Google has released a new update for its Chrome browser that closes multiple security holes. According to the company, the update includes twelve security gap corrections, with at least one vulnerability classified as critical. Only six of the vulnerabilities were reported by external IT security researchers.
One of the critical vulnerabilities fixed in the update is of the use-after-free type which allows attackers to inject and execute malicious code in the navigation component. Three other high-risk vulnerabilities are also use-after-free vulnerabilities in the Autofill-UI, DevTools, and Guest-View components. A type confusion error can happen in the JavaScript engine V8, which allows attackers to access unintended memory areas.

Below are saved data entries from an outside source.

using System.Globalization;
using System.Text;
using Drypeak.Service.Contracts;
using Drypeak.Service.Exchange;
using Drypeak.Service.Exchange.Ags;
using Drypeak.Service.Exchange.Csv;
using Drypeak.Service.Exchange.Files;
using Drypeak.Service.Field;
using Drypeak.Service.Laboratory;

namespace Drypeak.Service.Pages.Exchange;

/// <summary>What a file is, as the page asks for it.</summary>
/// <param name="Code">Its value in the form.</param>
/// <param name="Label">What it is called on the page.</param>
public sealed record ExchangeKind(string Code, string Label)
{
    public static readonly ExchangeKind Laboratory = new("csv-laboratory", "CSV, compaction tests");
    public static readonly ExchangeKind Field = new("csv-field", "CSV, field density tests");
    public static readonly ExchangeKind Ags4 = new("ags4", "AGS4");

    public static IReadOnlyList<ExchangeKind> All { get; } = [Laboratory, Field, Ags4];
}

/// <summary>The form as it was filled. A file that was uploaded stands in the text, so that it can be corrected on the page.</summary>
public sealed record ExchangeForm(ExchangeKind Kind, ReadOnlyMemory<byte> File, string MaximumDryDensity, bool Replace)
{
    public static readonly ExchangeForm Empty = new(ExchangeKind.Laboratory, default, "", false);

    public string Text => Encoding.UTF8.GetString(File.Span).TrimStart('\uFEFF');
}

/// <summary>A test of the file in a row of the page.</summary>
/// <param name="Name">Its reference, or its key.</param>
/// <param name="Numbers">What was computed, by the headings of the table.</param>
/// <param name="Findings">Its findings, worst first.</param>
public sealed record ExchangeRow(string Name, IReadOnlyList<string> Numbers, IReadOnlyList<FindingContract> Findings);

/// <summary>A table of tests.</summary>
public sealed record ExchangeTable(string Heading, IReadOnlyList<string> Columns, IReadOnlyList<ExchangeRow> Rows);

/// <summary>What the page shows of a computed file.</summary>
/// <param name="Sentence">In one sentence, what was computed.</param>
/// <param name="Tables">The tests.</param>
/// <param name="Groups">With AGS4: its groups and their rows.</param>
/// <param name="Findings">What there is to say about the file.</param>
/// <param name="Name">The name under which the file with results is saved.</param>
/// <param name="File">The file with results.</param>
/// <param name="Cautions">What to bear in mind.</param>
public sealed record ExchangeResult(
    string Sentence, IReadOnlyList<ExchangeTable> Tables, IReadOnlyList<AgsGroupAnswer> Groups, IReadOnlyList<FileFinding> Findings, string Name, ReadOnlyMemory<byte> File, IReadOnlyList<string> Cautions);

/// <summary>A form with its answer, or with what is wrong.</summary>
public sealed record ExchangeSubmission(ExchangeForm Form)
{
    /// <summary>The outcomes of field tests, in the order in which they are counted.</summary>
    private static readonly string[] Outcomes = ["accepted", "rejected", "undecided"];

    public ExchangeResult? Result { get; init; }

    /// <summary>What is wrong with the file, at its lines.</summary>
    public IReadOnlyList<FileFault> Faults { get; init; } = [];

    /// <summary>What is wrong with the density that the field tests are held against, or null.</summary>
    public string? DensityFault { get; init; }

    public int Status { get; init; } = StatusCodes.Status200OK;

    /// <summary>Computes a form, by the jobs of <c>/v1/exchange</c>.</summary>
    internal static ExchangeSubmission Of(ExchangeForm form, ExchangeJobs jobs)
    {
        double? maximum = null;
        if (form is { Kind.Code: "ags4", MaximumDryDensity.Length: > 0 })
        {
            if (Tables.NumberText.Read(form.MaximumDryDensity, null, out var number) is { } refusal || number is not (> 0.1 and < 10))
            {
                return new ExchangeSubmission(form) { DensityFault = "Give a density in Mg/m³ between 0.1 and 10, such as 1.93, or leave it empty.", Status = StatusCodes.Status422UnprocessableEntity };
            }

            maximum = number;
        }

        if (form.Kind == ExchangeKind.Ags4)
        {
            var outcome = new AgsJob(jobs).Compute(form.File, new AgsOptions(form.Replace, maximum));
            return outcome.Answer is { } answer ? new ExchangeSubmission(form) { Result = Of(answer, outcome.File) } : Refused(form, outcome.Refusal!);
        }

        return form.Kind == ExchangeKind.Laboratory
            ? Of(form, LaboratoryCsv.Compute(form.File.Span, jobs.Laboratory), tests => Sentence(tests.Count, "compaction test"), LaboratoryTable, answer => answer.Cautions)
            : Of(form, FieldCsv.Compute(form.File.Span, jobs.Field), SentenceOfField, FieldTable, answer => answer.Cautions);
    }

    private static ExchangeSubmission Of<TAnswer>(
        ExchangeForm form, CsvOutcome<TAnswer> outcome, Func<IReadOnlyList<TAnswer>, string> sentence, Func<IReadOnlyList<TAnswer>, ExchangeTable> table, Func<TAnswer, IReadOnlyList<string>> cautions) =>
        outcome.File is { } file
            ? new ExchangeSubmission(form)
            {
                Result = new ExchangeResult(sentence(file.Tests), [table(file.Tests)], [], file.Findings, "computed.csv", file.Write(), [.. file.Tests.SelectMany(cautions).Distinct()]),
            }
            : Refused(form, outcome.Refusal!);

    private static ExchangeSubmission Refused(ExchangeForm form, FileProblem refusal) => new(form) { Faults = refusal.Errors, Status = refusal.Status };

    private static ExchangeResult Of(AgsAnswer answer, ReadOnlyMemory<byte> file)
    {
        var laboratory = LaboratoryTable([.. answer.Tests.Select(test => test.Answer)]);
        var field = new ExchangeTable("Field density tests", ["Dry density, Mg/m³", "Water content, %", "Relative compaction, %"],
            [.. answer.FieldTests.Select(test => new ExchangeRow(string.Join(", ", test.Key.Values.Where(text => text.Length > 0)), [Text(test.DryDensity, "0.000"), Text(test.WaterContent, "0.0"), Text(test.RelativeCompaction, "0.0")], []))]);
        var sentence = (answer.Tests.Count, answer.FieldTests.Count) switch
        {
            (0, 0) => "Nothing in the file could be computed.",
            (var tests, 0) => Sentence(tests, "compaction test"),
            (0, var tests) => Sentence(tests, "field density test"),
            var (tests, fieldTests) => $"{Counted(tests, "compaction test")} and {Counted(fieldTests, "field density test")} computed.",
        };
        return new ExchangeResult(sentence, [.. new[] { laboratory, field }.Where(table => table.Rows.Count > 0)], answer.Groups, answer.Findings, "computed.ags", file,
            [.. answer.Tests.SelectMany(test => test.Answer.Cautions).Distinct()]);
    }

    private static string Sentence(int count, string what) => $"{Counted(count, what)} computed.";

    private static string SentenceOfField(IReadOnlyList<FieldDensityAnswer> tests)
    {
        var decided = Outcomes
            .Select(outcome => (Outcome: outcome, Count: tests.Count(test => test.Outcome == outcome))).Where(each => each.Count > 0).Select(each => $"{each.Count} {each.Outcome}").ToList();
        return decided.Count == 0 ? Sentence(tests.Count, "field density test") : $"{Counted(tests.Count, "field density test")} computed: {string.Join(", ", decided)}.";
    }

    private static string Counted(int count, string what) => $"{count} {what}{(count == 1 ? "" : "s")}";

    private static ExchangeTable LaboratoryTable(IReadOnlyList<MoistureDensityAnswer> tests) => new(
        "Compaction tests", ["Maximum dry density", "Optimum water content", "Curve"],
        [.. tests.Select((test, i) => new ExchangeRow(
            test.Reference ?? $"Test {i + 1}",
            [test.Optimum?.Reported.MaximumDryDensity ?? "none", test.Optimum?.Reported.WaterContent ?? "none", test.Curve?.Model ?? "none"],
            test.Findings))]);

    private static ExchangeTable FieldTable(IReadOnlyList<FieldDensityAnswer> tests) => new(
        "Field density tests", ["Dry density", "Water content, %", "Relative compaction, %", "Outcome"],
        [.. tests.Select((test, i) => new ExchangeRow(
            test.Reference ?? $"Test {i + 1}",
            [$"{Text(test.Test.DryDensity, "0.###")} {test.Units.Density}", Text(test.Test.WaterContent, "0.0"), Text(test.RelativeCompaction, "0.0"), test.Outcome ?? "nothing required"],
            test.Findings))]);

    private static string Text(double? value, string format) => value?.ToString(format, CultureInfo.InvariantCulture) ?? "–";
}
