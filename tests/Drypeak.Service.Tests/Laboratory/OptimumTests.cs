using System.Globalization;
using CsCheck;
using Xunit;

namespace Drypeak.Service.Tests.Laboratory;

public sealed class OptimumTests(RunningService service)
{
    /// <summary>A parabola with its peak, 1.85 Mg/m³, at 14 %.</summary>
    private static (double WaterContent, double DryDensity) OnParabola(double w) => (w, 1.85 - (0.004 * (w - 14) * (w - 14)));

    [Theory]
    [InlineData(3, "warning")]
    [InlineData(4, null)]
    public async Task Three_specimens_give_an_optimum_and_are_too_few(int count, string? severity)
    {
        var answer = await service.AnswerAsync(Body.WithPoints(Enumerable.Range(0, count).Select(i => OnParabola(12 + (2 * i)))));
        Assert.InRange(answer.Number("/optimum/waterContent"), 13, 15);
        Assert.Equal(severity is not null, answer.Findings().Contains("too-few-specimens"));
        if (severity is not null)
        {
            Assert.Equal(severity, answer.Finding("too-few-specimens").Text("/severity"));
        }
    }

    [Theory]
    [InlineData(1)]
    [InlineData(2)]
    public async Task Fewer_than_three_specimens_have_no_optimum_whatever_the_model(int count)
    {
        foreach (var model in new[] { "auto", "averaged", "saturation", "parabola", "cubic", "spline" })
        {
            var answer = await service.AnswerAsync(Body.With(
                ("/specimens", $"[{string.Join(',', Enumerable.Range(0, count).Select(i => Body.Point(OnParabola(12 + (2 * i)))))}]"), ("/curve", $$"""{"model":"{{model}}"}""")));
            Assert.True(answer.IsNull("/optimum"));
            Assert.Equal("error", answer.Finding("too-few-specimens").Text("/severity"));
            Assert.Contains("no-optimum", answer.Findings());
            Assert.Equal(0, answer.At("/curve/points").GetArrayLength());
        }
    }

    [Fact]
    public async Task A_test_with_every_specimen_set_aside_has_neither_curve_nor_optimum()
    {
        var answer = await service.AnswerAsync(Body.WithSpecimens("""{"waterContent":12,"dryDensity":1.7,"setAside":"mold not full"}"""));
        Assert.True(answer.IsNull("/optimum"));
        Assert.True(answer.IsNull("/curve"));
        Assert.Contains("specimen-set-aside", answer.Findings());
    }

    [Theory]
    [InlineData(8, 10, 12, "wetter than 12.00 %")]
    [InlineData(16, 18, 20, "drier than 16.00 %")]
    public async Task Where_density_only_rises_or_falls_there_is_no_optimum_and_the_missing_specimens_are_named(double first, double second, double third, string missing)
    {
        var answer = await service.AnswerAsync(Body.WithPoints(OnParabola(first), OnParabola(second), OnParabola(third)));
        Assert.True(answer.IsNull("/optimum"));
        var finding = answer.Finding("no-optimum");
        Assert.Equal("error", finding.Text("/severity"));
        Assert.Equal("/specimens", finding.Text("/pointer"));
        Assert.Contains($"Make specimens {missing}", finding.Text("/message"), StringComparison.Ordinal);
    }

    [Fact]
    public async Task The_saturation_model_without_a_specific_gravity_has_no_optimum()
    {
        var answer = await service.AnswerAsync(Body.With(("/specificGravity", Body.Absent), ("/curve", """{"model":"saturation"}""")));
        Assert.True(answer.IsNull("/optimum"));
        Assert.Equal("saturation", answer.Text("/curve/model"));
        Assert.Contains("specific-gravity-missing", answer.Findings());
        Assert.Contains("no-optimum", answer.Findings());
    }

    [Theory]
    [InlineData("averaged")]
    [InlineData("saturation")]
    [InlineData("parabola")]
    [InlineData("cubic")]
    [InlineData("spline")]
    public async Task A_model_asked_for_by_name_is_the_answer_that_it_is_among_the_alternatives(string model)
    {
        var auto = await service.AnswerAsync(Body.Sound);
        var named = await service.AnswerAsync(Body.With("/curve", $$"""{"model":"{{model}}"}"""));
        Assert.Equal(model, named.Text("/curve/model"));
        Assert.DoesNotContain(model, named.At("/curve/alternatives").EnumerateArray().Select(other => other.Text("/model")));
        Assert.Equal(4, named.At("/curve/alternatives").GetArrayLength());
        var among = auto.Text("/curve/model") == model ? auto.At("/optimum")
            : auto.At("/curve/alternatives").EnumerateArray().Single(other => other.Text("/model") == model).At("/optimum");
        Assert.Equal(among.GetRawText(), named.At("/optimum").GetRawText());
    }

    [Theory]
    [InlineData("averaged")]
    [InlineData("saturation")]
    [InlineData("parabola")]
    [InlineData("cubic")]
    public async Task A_model_carries_its_own_uncertainty_and_an_interval_about_its_optimum(string model)
    {
        var answer = await service.AnswerAsync(Body.With("/curve", $$"""{"model":"{{model}}"}"""));
        foreach (var quantity in new[] { "waterContent", "maximumDryDensity" })
        {
            var uncertainty = answer.At($"/optimum/uncertainty/{quantity}");
            Assert.True(uncertainty.Number("/standard") > 0);
            Assert.Equal(0.95, uncertainty.Number("/coverage"));
            Assert.InRange(answer.Number($"/optimum/{quantity}"), uncertainty.Number("/interval/0"), uncertainty.Number("/interval/1"));
        }
    }

    [Fact]
    public async Task A_parabola_through_three_points_has_an_optimum_and_nothing_that_supports_an_uncertainty()
    {
        var points = string.Join(',', new[] { 11.0, 13, 15 }.Select(w => Body.Point(OnParabola(w))));
        var answer = await service.AnswerAsync(Body.With(("/specimens", $"[{points}]"), ("/curve", """{"model":"parabola"}""")));
        Assert.Equal(14, answer.Number("/optimum/waterContent"), 1e-9);
        Assert.Equal(1.85, answer.Number("/optimum/maximumDryDensity"), 1e-9);
        Assert.True(answer.IsNull("/optimum/uncertainty"));
    }

    [Fact]
    public async Task An_adopted_peak_stands_beside_the_fitted_one()
    {
        var fitted = await service.AnswerAsync(Body.Sound);
        var adopted = await service.AnswerAsync(Body.With("/curve", """{"adopted":{"waterContent":14.55,"maximumDryDensity":1.885,"reason":"drawn by hand through the wet leg"}}"""));
        Assert.Equal(fitted.At("/optimum").GetRawText(), adopted.At("/optimum").GetRawText());
        Assert.Equal(14.55, adopted.Number("/adopted/waterContent"), 1e-12);
        Assert.Equal(1.885, adopted.Number("/adopted/maximumDryDensity"), 1e-12);
        Assert.Equal("drawn by hand through the wet leg", adopted.Text("/adopted/reason"));
        Assert.Equal("14.6 %", adopted.Text("/adopted/reported/waterContent"));
        Assert.Equal("1.88 Mg/m³", adopted.Text("/adopted/reported/maximumDryDensity"));
        Assert.Equal("/curve/adopted", adopted.Finding("peak-adopted").Text("/pointer"));
        Assert.False(fitted.Has("adopted"));
    }

    [Fact]
    public async Task Where_the_points_have_no_peak_an_adopted_one_still_stands()
    {
        var answer = await service.AnswerAsync(Body.With(
            ("/specimens", $"[{Body.Point(OnParabola(8))},{Body.Point(OnParabola(10))}]"), ("/curve", """{"adopted":{"waterContent":14,"maximumDryDensity":1.85,"reason":"from the neighboring sample"}}""")));
        Assert.True(answer.IsNull("/optimum"));
        Assert.Equal("14.0 %", answer.Text("/adopted/reported/waterContent"));
        Assert.Equal("warning", answer.Finding("peak-adopted").Text("/severity"));
    }

    [Fact]
    public Task The_next_specimen_is_a_multiple_of_half_a_percent_from_zero_to_four_percent_beyond_the_wettest() =>
        Gen.Select(Gen.Double[0, 25], Gen.Double[1.3, 2.1]).Array[1, 7].SampleAsync(async points =>
        {
            var answer = await service.AnswerAsync(Body.WithPoints(points));
            if (!answer.IsNull("/nextSpecimen"))
            {
                var next = answer.Number("/nextSpecimen/waterContent");
                Assert.Equal(Math.Round(next * 2) / 2, next);
                Assert.InRange(next, 0, points.Max(point => point.Item1) + 4 + 1e-9);
                Assert.NotEqual("", answer.Text("/nextSpecimen/reason"));
            }
        }, iter: 100, threads: 1);

    [Fact]
    public async Task No_further_specimen_is_asked_for_where_the_peak_is_bracketed_and_one_more_would_gain_little()
    {
        var bracketed = await service.AnswerAsync(Body.WithPoints(Enumerable.Range(0, 17).Select(i => OnParabola(12 + (0.25 * i)))));
        Assert.True(bracketed.IsNull("/nextSpecimen"));
        var oneSided = await service.AnswerAsync(Body.WithPoints(OnParabola(10), OnParabola(12), OnParabola(14), OnParabola(16)));
        Assert.True(oneSided.Number("/nextSpecimen/waterContent") > 14);
    }

    [Fact]
    public async Task A_specimen_set_aside_is_reported_and_not_fitted()
    {
        var without = await service.AnswerAsync(Body.With("/specimens/4", Body.Absent));
        var aside = await service.AnswerAsync(Body.With("/specimens/4/setAside", "\"mold not full\""));
        Assert.Equal(without.At("/optimum").GetRawText(), aside.At("/optimum").GetRawText());
        Assert.Equal("mold not full", aside.Text("/specimens/4/setAside"));
        Assert.True(aside.Number("/specimens/4/dryDensity") > 1);
        Assert.Equal("/specimens/4/setAside", aside.Finding("specimen-set-aside").Text("/pointer"));
        Assert.Equal(4, aside.At("/curve/residuals").GetArrayLength());
    }

    [Fact]
    public async Task The_curve_spans_the_tested_range_and_its_residuals_are_measured_less_fitted()
    {
        var answer = await service.AnswerAsync(Body.Sound);
        var points = answer.At("/curve/points");
        Assert.Equal(10, points[0][0].GetDouble(), 1e-9);
        Assert.Equal(18, points[points.GetArrayLength() - 1][0].GetDouble(), 1e-9);
        for (var i = 0; i < 5; i++)
        {
            var (fitted, residual) = (answer.Number($"/curve/residuals/{i}/fitted"), answer.Number($"/curve/residuals/{i}/residual"));
            Assert.Equal(answer.Number($"/specimens/{i}/dryDensity"), fitted + residual, 1e-12);
            Assert.Equal((i + 1).ToString(CultureInfo.InvariantCulture), answer.Text($"/curve/residuals/{i}/label"));
        }
    }
}
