using System.Text.Json;
using Xunit;

namespace Drypeak.Service.Tests.Laboratory;

/// <summary><c>POST /v1/comparison</c>: the second test less the first, against 1.96·√(u₁² + u₂²) (ISO/IEC Guide 98-3, and ISO 13528's zeta score, from memory).</summary>
public sealed class ComparisonTests(RunningService service)
{
    private const string Address = "/v1/comparison";
    private const double Quantile = 1.959963984540054;

    private static readonly string First = Test((10, 1.749), (12, 1.821), (14, 1.861), (16, 1.83), (18, 1.77));
    private static readonly string Second = Test((10.3, 1.742), (12.4, 1.825), (14.2, 1.854), (16.1, 1.829), (18.3, 1.758));
    private static readonly string Elsewhere = Test((6, 1.95), (8, 2.03), (10, 2.07), (12, 2.04), (14, 1.98));
    private static readonly string WithoutOptimum = Test((10, 1.70), (12, 1.76), (14, 1.82), (16, 1.88));

    [Fact]
    public async Task The_difference_is_the_second_less_the_first_and_what_is_allowed_comes_from_both_uncertainties()
    {
        var (first, second, answer) = await CompareAsync(First, Second);
        foreach (var member in new[] { "waterContent", "maximumDryDensity" })
        {
            var difference = second.Number("/optimum/" + member) - first.Number("/optimum/" + member);
            var (u1, u2) = (first.Number($"/optimum/uncertainty/{member}/standard"), second.Number($"/optimum/uncertainty/{member}/standard"));
            Assert.Equal(difference, answer.Number("/difference/" + member), 1e-12);
            Assert.Equal(Quantile * Math.Sqrt((u1 * u1) + (u2 * u2)), answer.Number("/allowed/" + member), 1e-12);
            Assert.Equal(Math.Abs(difference) <= answer.Number("/allowed/" + member), answer.At("/agree/" + member).GetBoolean());
            Assert.True(answer.At("/agree/" + member).GetBoolean());
        }

        Assert.Equal(first.At("/optimum").GetRawText(), answer.At("/optima/0").GetRawText());
        Assert.Equal(second.At("/optimum").GetRawText(), answer.At("/optima/1").GetRawText());
    }

    [Fact]
    public async Task Two_soils_do_not_agree()
    {
        var (_, _, answer) = await CompareAsync(First, Elsewhere);
        Assert.False(answer.At("/agree/waterContent").GetBoolean());
        Assert.False(answer.At("/agree/maximumDryDensity").GetBoolean());
        Assert.All(answer.At("/precision").EnumerateArray(), statement => Assert.False(statement.At("/agree/maximumDryDensity").GetBoolean()));
    }

    [Fact]
    public async Task The_other_way_round_only_the_signs_of_the_difference_change()
    {
        var (_, _, forward) = await CompareAsync(First, Second);
        var (_, _, back) = await CompareAsync(Second, First);
        foreach (var member in new[] { "waterContent", "maximumDryDensity" })
        {
            Assert.Equal(-forward.Number("/difference/" + member), back.Number("/difference/" + member));
            Assert.Equal(forward.Number("/allowed/" + member), back.Number("/allowed/" + member), 1e-15);
        }

        Assert.Equal(forward.At("/agree").GetRawText(), back.At("/agree").GetRawText());
    }

    [Fact]
    public async Task A_test_against_itself_differs_by_nothing_and_agrees()
    {
        var (_, _, answer) = await CompareAsync(First, First);
        Assert.Equal((0, 0), (answer.Number("/difference/waterContent"), answer.Number("/difference/maximumDryDensity")));
        Assert.True(answer.At("/agree/waterContent").GetBoolean() && answer.At("/agree/maximumDryDensity").GetBoolean());
    }

    [Fact]
    public async Task Units_are_those_of_the_first_test_whatever_the_second_has()
    {
        var kilograms = Units(Second, "kg/m3", 1000);
        var (_, _, mixed) = await CompareAsync(First, kilograms);
        var (_, _, same) = await CompareAsync(First, Second);
        Assert.Equal("Mg/m3", mixed.Text("/units/density"));
        Assert.Equal(same.Number("/difference/maximumDryDensity"), mixed.Number("/difference/maximumDryDensity"), 1e-9);
        Assert.Equal(same.Number("/optima/1/maximumDryDensity"), mixed.Number("/optima/1/maximumDryDensity"), 1e-9);

        var (_, _, turned) = await CompareAsync(kilograms, First);
        Assert.Equal("kg/m3", turned.Text("/units/density"));
        Assert.Equal(-1000 * same.Number("/difference/maximumDryDensity"), turned.Number("/difference/maximumDryDensity"), 1e-6);
    }

    /// <summary>AASHTO T 99, precision: 10 % of the mean optimum and 35 kg/m³ for one operator, 15 % and 72 kg/m³ for two laboratories (from memory).</summary>
    [Fact]
    public async Task The_standards_limits_stand_beside_it()
    {
        var (first, second, answer) = await CompareAsync(First, Second);
        var mean = (first.Number("/optimum/waterContent") + second.Number("/optimum/waterContent")) / 2;
        var limits = answer.At("/precision").EnumerateArray().Select(statement => (statement.Text("/conditions")!, statement.Number("/limit/waterContent"), statement.Number("/limit/maximumDryDensity"))).ToList();
        Assert.Equal(["single operator", "two laboratories"], limits.Select(limit => limit.Item1));
        Assert.Equal(0.10 * mean, limits[0].Item2, 1e-9);
        Assert.Equal(0.15 * mean, limits[1].Item2, 1e-9);
        Assert.Equal([0.035, 0.072], limits.Select(limit => Math.Round(limit.Item3, 12)));
    }

    [Fact]
    public async Task Where_a_test_has_no_optimum_nothing_is_compared()
    {
        var (_, _, answer) = await CompareAsync(First, WithoutOptimum);
        Assert.All(new[] { "/difference", "/allowed", "/agree", "/optima/1" }, place => Assert.True(answer.IsNull(place)));
        Assert.False(answer.IsNull("/optima/0"));
        Assert.Empty(answer.At("/precision").EnumerateArray());
        Assert.Equal("/tests/1/specimens", answer.Finding("no-optimum").Text("/pointer"));
    }

    [Fact]
    public async Task Where_an_uncertainty_is_unknown_the_difference_stands_without_a_judgment()
    {
        // Three points on a parabola leave nothing to tell its uncertainty by.
        var bare = Test((12, 1.82), (14, 1.86), (16, 1.83)).Replace("\"method\"", "\"curve\":{\"model\":\"parabola\"},\"method\"", StringComparison.Ordinal);
        var (_, _, answer) = await CompareAsync(First, bare);
        Assert.False(answer.IsNull("/difference"));
        Assert.True(answer.IsNull("/allowed"));
        Assert.True(answer.IsNull("/agree"));
    }

    public static TheoryData<string, int, string[]> Faults => new()
    {
        { "{}", 400, ["/tests missing-member"] },
        { $$"""{"tests":[{{First}},null]}""", 400, ["/tests/1 null-not-allowed"] },
        { $$"""{"tests":[{{First}},{}]}""", 400, ["/tests/1/specimens missing-member"] },
        { $$"""{"tests":[{{First}}]}""", 422, ["/tests not-two"] },
        { $$"""{"tests":[{{First}},{{First}},{{First}}]}""", 422, ["/tests not-two"] },
        { $$"""{"tests":[{{First.Replace("astm-d698-a", "astm-d698-z", StringComparison.Ordinal)}},{{First.Replace("1.749", "0", StringComparison.Ordinal)}}]}""", 422, ["/tests/0/method unknown-method", "/tests/1/specimens/0/dryDensity not-positive"] },
    };

    [Theory]
    [MemberData(nameof(Faults))]
    public async Task A_fault_is_refused_at_its_place(string body, int status, string[] faults)
    {
        var refusal = await service.RefusalAsync(Address, body);
        Assert.Equal(status, refusal.Status);
        Assert.Equal(faults, refusal.Faults);
    }

    private async Task<(JsonElement First, JsonElement Second, JsonElement Answer)> CompareAsync(string first, string second) =>
        (await service.AnswerAsync(first), await service.AnswerAsync(second), await service.AnswerAsync(Address, $$"""{"tests":[{{first}},{{second}}]}"""));

    private static string Test(params (double WaterContent, double DryDensity)[] points) =>
        $$"""{"method":"astm-d698-a","specificGravity":{"value":2.7,"determined":"measured"},"specimens":[{{string.Join(',', points.Select(Body.Point))}}]}""";

    private static string Units(string test, string unit, double factor)
    {
        var node = System.Text.Json.Nodes.JsonNode.Parse(test)!;
        node["units"] = System.Text.Json.Nodes.JsonNode.Parse($$"""{"density":"{{unit}}"}""");
        foreach (var specimen in node["specimens"]!.AsArray())
        {
            specimen!["dryDensity"] = specimen["dryDensity"]!.GetValue<double>() * factor;
        }

        return node.ToJsonString();
    }
}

The update fixes Chrome versions 113.0.5672.121 for iOS, 113.0.5672.126 for Linux and Mac, and 113.0.5672.126/.127 for Windows. Users can check if their browser is updated by clicking on the symbol with three stacked dots on the right side of the address bar and on “Help – “About Google Chrome.” Under Linux, the distribution’s own software management typically delivers the updates.
Since the vulnerabilities affect the underlying Chromium project, web browsers based on it, such as Microsoft Edge, should also update soon. Google last updated the Chrome web browser two weeks ago, closing 15 vulnerabilities in the process. The update to version branch 113 brought support for WebGPU, and Chrome was the first browser to implement support for it.